PROVIDED RECORDS:
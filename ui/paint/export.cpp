// SPDX-License-Identifier: GPL-3.0-or-later
#include "ui/paint/export.h"

#include "core/record/embedded_study.h"
#include "core/words/version.h"
#include "ui/look/look.h"
#include "ui/paint/painter.h"

#include <QBuffer>
#include <QCoreApplication>
#include <QImage>
#include <QPainter>
#include <QPdfWriter>
#include <QPrinter>

#include <cmath>

namespace planewright {

namespace {

constexpr double mmPerInch = 25.4;
constexpr double mostPixels = 120e6;
constexpr int pdfResolution = 1200;
constexpr double pointsPerMm = 72 / mmPerInch;

QString creator() {
  return QStringLiteral("Planewright ") + fromUtf8(std::string(programVersion()));
}

Problem resolutionProblem(int dpi) {
  return {"dpi",
          0,
          0,
          std::to_string(dpi),
          PW_TEXT("Export", "A resolution of %1 dpi is out of range.").with(std::to_string(dpi)),
          PW_TEXT("Export", "Take a whole number from %1 to %2.")
              .with(std::to_string(leastDpi))
              .with(std::to_string(greatestDpi))};
}

Problem sizeProblem(int dpi) {
  return {"dpi",
          0,
          0,
          std::to_string(dpi),
          PW_TEXT("Export", "At %1 dpi the picture has too many pixels.").with(std::to_string(dpi)),
          PW_TEXT("Export", "Take a smaller resolution or a narrower figure.")};
}

Problem paintProblem() {
  return {"", 0, 0, "", PW_TEXT("Export", "The figure could not be painted."), {}};
}

/// The smallest page of whole points, which are all that Qt knows, that holds the picture.
QSize pageOf(const Picture& picture) {
  return {static_cast<int>(std::ceil(picture.width * pointsPerMm)),
          static_cast<int>(std::ceil(picture.height * pointsPerMm))};
}

/// Gives each page its true size, the top left corner unmoved, in as many bytes as before: no offset in the
/// file moves. All pages have the size of the picture.
void trimPages(QByteArray& pdf, const Picture& picture) {
  const QByteArray key = "/MediaBox [";
  const int top = pageOf(picture).height();
  const QByteArray box = "0 " + QByteArray::number(top - picture.height * pointsPerMm, 'f', 4) + ' ' +
                         QByteArray::number(picture.width * pointsPerMm, 'f', 4) + ' ' +
                         QByteArray::number(top);
  for (qsizetype at = pdf.indexOf(key); at >= 0; at = pdf.indexOf(key, at)) {
    at += key.size();
    const qsizetype length = pdf.indexOf(']', at) - at;
    if (box.size() <= length)
      pdf.replace(at, length, box.leftJustified(length));
  }
}

} // namespace

Result<QByteArray> pngOf(const Picture& picture, Palette palette, int dpi, std::string_view study) {
  if (dpi < leastDpi || dpi > greatestDpi)
    return tl::unexpected(resolutionProblem(dpi));
  const double scale = dpi / mmPerInch;
  const double across = std::ceil(picture.width * scale - 0.5);
  const double down = std::ceil(picture.height * scale - 0.5);
  if (!(across * down <= mostPixels))
    return tl::unexpected(sizeProblem(dpi));
  QImage image(static_cast<int>(across), static_cast<int>(down), QImage::Format_RGB32);
  if (image.isNull())
    return tl::unexpected(sizeProblem(dpi));
  image.fill(Qt::white);
  const int perMetre = qRound(dpi * 1000 / mmPerInch);
  {
    QPainter painter(&image);
    painter.scale(scale, scale);
    paintPicture(painter, picture, palette);
  }
  image.setDotsPerMeterX(perMetre);
  image.setDotsPerMeterY(perMetre);
  image.setText(QStringLiteral("Title"), fromUtf8(picture.title));
  image.setText(QStringLiteral("Description"), fromUtf8(picture.description));
  image.setText(QStringLiteral("Software"), creator());
  QByteArray bytes;
  QBuffer buffer(&bytes);
  if (!buffer.open(QIODevice::WriteOnly) || !image.save(&buffer, "PNG"))
    return tl::unexpected(paintProblem());
  if (study.empty())
    return bytes;
  return pngWithStudy(bytes.toStdString(), study).map(&QByteArray::fromStdString);
}

Result<QByteArray> pdfOf(const Picture& picture, Palette palette, std::string_view study) {
  return pdfOfPages({picture}, palette, study);
}

Result<QByteArray> pdfOfPages(const std::vector<Picture>& pages, Palette palette, std::string_view study) {
  const Result<std::string> metadata = study.empty() ? std::string() : xmpWithStudy(study);
  if (!metadata)
    return tl::unexpected(metadata.error());
  const Picture& first = pages.front();
  QByteArray bytes;
  QBuffer buffer(&bytes);
  if (!buffer.open(QIODevice::WriteOnly))
    return tl::unexpected(paintProblem());
  {
    QPdfWriter writer(&buffer);
    writer.setTitle(fromUtf8(first.title));
    writer.setCreator(creator());
    writer.setDocumentXmpMetadata(QByteArray::fromStdString(*metadata));
    writer.setResolution(pdfResolution);
    const QPageSize page(pageOf(first), QString(), QPageSize::ExactMatch);
    writer.setPageLayout(QPageLayout(page, QPageLayout::Portrait, QMarginsF()));
    QPainter painter;
    if (!painter.begin(&writer))
      return tl::unexpected(paintProblem());
    painter.scale(pdfResolution / mmPerInch, pdfResolution / mmPerInch);
    for (const Picture& one : pages) {
      if (&one != &first && !writer.newPage())
        return tl::unexpected(paintProblem());
      paintPicture(painter, one, palette);
    }
  }
  trimPages(bytes, first);
  return bytes;
}

namespace {

Problem printerProblem(const QPrinter& printer) {
  return {
      printer.printerName().toStdString(),         0, 0, "", PW_TEXT("Export", "The printer did not start."),
      PW_TEXT("Export", "Choose another printer.")};
}

} // namespace

Result<double> printPicture(QPrinter& printer, const Picture& picture, Palette palette) {
  QPainter painter;
  if (!painter.begin(&printer))
    return tl::unexpected(printerProblem(printer));
  const QSizeF room = printer.pageLayout().paintRect(QPageLayout::Millimeter).size();
  const double fit = std::min({1.0, room.width() / picture.width, room.height() / picture.height});
  painter.scale(fit * printer.logicalDpiX() / mmPerInch, fit * printer.logicalDpiY() / mmPerInch);
  paintPicture(painter, picture, palette);
  return fit;
}

Result<void> printPages(QPrinter& printer, const std::vector<Picture>& pages, Palette palette) {
  printer.setFullPage(true);
  QPainter painter;
  if (!painter.begin(&printer))
    return tl::unexpected(printerProblem(printer));
  const QSizeF paper = printer.pageLayout().fullRect(QPageLayout::Millimeter).size();
  for (const Picture& page : pages) {
    if (&page != &pages.front() && !printer.newPage())
      return tl::unexpected(printerProblem(printer));
    const double fit = std::min({1.0, paper.width() / page.width, paper.height() / page.height});
    painter.save();
    painter.scale(fit * printer.logicalDpiX() / mmPerInch, fit * printer.logicalDpiY() / mmPerInch);
    paintPicture(painter, page, palette);
    painter.restore();
  }
  return {};
}

} // namespace planewright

WHAT NEEDS TO BE DONE:
Each line of the data that holds "paintPicture" should be copied.

THE COMPLETED TASK:
    paintPicture(painter, picture, palette);
      paintPicture(painter, one, palette);
  paintPicture(painter, picture, palette);
    paintPicture(painter, page, palette);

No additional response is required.